When you find irregular familial occurrence of a qualitative trait, the reason usually a combination of several single gene variations and environmental factors such as properties, for example. Congenital pylorus-stenosis (narrowing of the lower abdomen mouth), club foot and cleft lips with or without cleft palate, shows like a large variation in severity. They are also more frequent in the population than either single ticket diseases. In each family, there will not be so many with the disease as it is in families with single ticket disease.
Finally, one can prove the method of family how much of the variation of a quantitative trait, for example. Body height or intelligence, which is due to inheritance. Eugen Fischer showed in 1918 that the sum output of many individual genes, which we must assume is the specific allele in polymer systems, provides a quantitative normal distribution when each allele contributes moderately to the inheritance (polygenic or multifactorial inheritance).
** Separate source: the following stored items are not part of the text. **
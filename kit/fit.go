package kit

import (
	"fmt"
	"math"

	"coilwright/jig"
	"coilwright/parts"
	"coilwright/parts/spec"
)

// planFormer plans the former for d, adds the former-size warning to the
// design when the former is larger than the print volume, and turns the
// plan's fit problems into spec errors naming the key to change.
func planFormer(d *parts.Design) (jig.FormerPlan, error) {
	pl := jig.Plan(d)
	if !pl.FitsPrinter {
		d.Warnings = append(d.Warnings, formerSizeWarning(d.Spec, pl))
	}
	if len(pl.Problems) == 0 {
		return pl, nil
	}
	errs := make(spec.SpecErrors, len(pl.Problems))
	for i, p := range pl.Problems {
		errs[i] = fitError(d.Spec, pl, p)
	}
	return pl, errs
}

// fitError turns one fit problem into a spec error on the key a maker
// would change, with a fix.
func fitError(s *spec.Spec, pl jig.FormerPlan, p jig.FitProblem) *spec.SpecError {
	f := &s.Former
	e := &spec.SpecError{}
	switch p.Kind {
	case jig.FitGrooveSpacing:
		e.Key, e.Value = "coil.spacing_mm", deref(s.Coil.SpacingMM)
		if s.Coil.SpacingMM == nil {
			e.Key, e.Value = "coil.pitch_angle_deg", deref(s.Coil.PitchAngleDeg)
		}
		e.Problem = fmt.Sprintf("gives a smallest spacing of %.2f mm; the former's %.2f mm groove needs at least %.2f mm", p.Available, p.Groove, p.Needed)
		e.Fix = "raise the spacing or use thinner wire or less clearance"
	case jig.FitGrooveRadius:
		e.Key, e.Value = "wire.diameter_mm", num(s.Wire.DiameterMM)
		e.Problem = fmt.Sprintf("makes a %.2f mm groove too large for the former's %.2f mm smallest radius", p.Groove, p.Available)
		e.Fix = "use thinner wire or a wider coil"
	case jig.FitDriveWall:
		e.Key, e.Value = "former.hex_across_flats_mm", num(f.HexAcrossFlatsMM)
		if pl.Params.Drive == jig.ThroughBore {
			e.Key, e.Value = "former.bore_diameter_mm", num(pl.Params.BoreDiameter)
		}
		e.Problem = fmt.Sprintf("leaves a %.2f mm wall under the groove; at least %s mm is needed", p.Available, num(p.Needed))
		e.Fix = "use a smaller drive socket or bore"
	case jig.FitLockHole:
		e.Key, e.Value = "former.lock_hole_depth_mm", num(f.LockHoleDepthMM)
		e.Problem = fmt.Sprintf("gives %.2f mm of wire-lock hole; at least half a wire diameter (%s mm) is needed", p.Available, num(p.Needed))
		e.Fix = "deepen the hole, or use a smaller drive socket or bore"
	case jig.FitHexDepth:
		e.Key, e.Value = "former.hex_depth_mm", num(f.HexDepthMM)
		e.Problem = fmt.Sprintf("with the socket's roof and a %s mm wall needs a %.1f mm former; this one is %.1f mm tall", num(jig.MinWallMM), p.Needed, p.Available)
		e.Fix = `make the socket shallower, or set drive = "bore"`
	case jig.FitGrooveSweep:
		e.Key, e.Value = "coil.spacing_mm", deref(s.Coil.SpacingMM)
		if s.Coil.SpacingMM == nil {
			e.Key, e.Value = "coil.pitch_angle_deg", deref(s.Coil.PitchAngleDeg)
		}
		e.Problem = fmt.Sprintf("leaves the former's %.2f mm groove %.2f mm of room around its centre, lead-in and run-out included; its section needs %.2f mm", p.Groove, p.Available, p.Needed)
		e.Fix = "raise the spacing, use thinner wire, or shorten former.lead_in_deg and former.run_out_deg"
	case jig.FitFeedChannel:
		e.Key, e.Value = "coil.feed", s.Coil.Feed
		e.Problem = fmt.Sprintf("makes the former's lock hole the feed lead's channel, %.1f mm deep below the groove: with its end wall it reaches %.2f mm past the axis, but the groove bottom opposite is %.2f mm from the axis", pl.LockHoleMM, p.Needed, p.Available)
		e.Fix = `set feed = "periphery", or use a wire that springs back less, thinner wire or a wider coil`
	case jig.FitDriveDepth:
		e.Key, e.Value = "former.hex_depth_mm", num(f.HexDepthMM)
		e.Problem = fmt.Sprintf("with the socket's roof reaches %.1f mm from the former's end away from the feed; a centre feed's lead channel leaves %.1f mm before its %s mm wall", p.Needed, p.Available, num(jig.MinWallMM))
		e.Fix = fmt.Sprintf("make the socket at most %.0f mm deep, or set coil.feed = \"periphery\"", math.Floor(p.Available-(p.Needed-f.HexDepthMM)))
		if pl.Params.Drive == jig.ThroughBore {
			e.Key, e.Value = "former.bore_diameter_mm", num(pl.Params.BoreDiameter)
			e.Problem = fmt.Sprintf("needs a blind bore at least one diameter deep, %.1f mm with its roof, from the former's end away from the feed; a centre feed's lead channel leaves %.1f mm before its %s mm wall", p.Needed, p.Available, num(jig.MinWallMM))
			e.Fix = `use a thinner bore, or set coil.feed = "periphery"`
		}
	case jig.FitLettering:
		e.Key, e.Value = "former.flange_margin_mm", num(f.FlangeMarginMM)
		e.Problem = fmt.Sprintf("leaves room for %.1f mm letters on the flange; at least %s mm is needed", p.Available, num(p.Needed))
		e.Fix = "widen flange_margin_mm"
	default:
		e.Key, e.Value, e.Problem, e.Fix = "former", "", p.Error(), "change the [former] sizes"
	}
	e.Line = s.Line(e.Key)
	return e
}

// deref formats an optional spec number, or "" when it is absent.
func deref(v *float64) string {
	if v == nil {
		return ""
	}
	return num(*v)
}

// formerSizeWarning says that the former will not be printed.
func formerSizeWarning(s *spec.Spec, pl jig.FormerPlan) parts.Warning {
	f := &s.Former
	return parts.Warning{Code: "former-size", Message: fmt.Sprintf(
		"the winding former would be %.0f mm tall and %.0f mm across, more than the print volume of %s mm tall by %s mm across ([former] print_height_mm, print_width_mm): no former files are written; raise those limits if your printer takes it, or wind on a turned or segmented former to the diameters in the per-turn table",
		pl.HeightMM, pl.DiameterMM, num(f.PrintHeightMM), num(f.PrintWidthMM))}
}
Family studies can thus give us help when we want to estimate how much of the variation between individuals is due to polygenic inheritance, and how much is due to environmental factors. An example is that we are differently predisposed to ulcers. Some family data suggest that 2/3 of the variation due to environmental factors, and the third is due to polygenic genetic variation. For this polygenic disposition may be the height of 5% is attributed to the two known one-way systems: secretor vileness and AB0-blood group system.
People of blood type 0 (zero) has approx. 1.4 times as likely to develop ulcers in the duodenum that people with blood type A, B or AB. A person with blood type 0 that cannot secrete blood group substance in saliva, and gastric juice (nonsecretor) have a risk of duodenal ulcer, which is 2.5 times the risk of other types of people. Which gene's predisposing seems you can find on the determination of whether there is association (see below) between a single ticket system, and polygen affected property. When it comes to the disposal of the disease, such as increased disposition to develop cancer, it made great progress. When breast cancer is mutations in one of two genes that can cause an inherited disposition. Proven carriers will be followed up prevention. The same applies to family history of colon cancer.
The twin method was used already in the 1880s by Francis Galton. The method can be used for a relative assessment of inheritance versus environment causal factors. The twin method can, however, little or no extent, tell us something about the genetic mechanisms underlying the phenomena.